▸ TASK INSTRUCTIONS: Retype the listing below, keeping every line the same.

========

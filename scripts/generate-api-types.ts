/**
 * Writes app/utils/api/openapi-types.ts: the TypeScript types of our OpenAPI document (the one served at
 * /api/v1/openapi.json, generated from the zod schemas), for the browser's typed API client.
 * `npm run api:types` after changing a schema; a unit test fails while the file is out of date.
 */
import { writeFileSync } from "node:fs";
import { fileURLToPath } from "node:url";
import { apiTypesSource } from "./api-types";

const target = fileURLToPath(
  new URL("../app/utils/api/openapi-types.ts", import.meta.url),
);
writeFileSync(target, await apiTypesSource());
console.log(`wrote ${target}`);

========

▸ OUTPUT FOR THIS TASK:
filename scripts/generate-api-types.ts
/**
 * Writes app/utils/api/openapi-types.ts: the TypeScript types of our OpenAPI document (the one served at
 * /api/v1/openapi.json, generated from the zod schemas), for the browser's typed API client.
 * `npm run api:types` after changing a schema; a unit test fails while the file is out of date.
 */
import { writeFileSync } from "node:fs";
import { fileURLToPath } from "node:url";
import { apiTypesSource } from "./api-types";

const target = fileURLToPath(
  new URL("../app/utils/api/openapi-types.ts", import.meta.url),
);
writeFileSync(target, await apiTypesSource());
console.log(`wrote ${target}`);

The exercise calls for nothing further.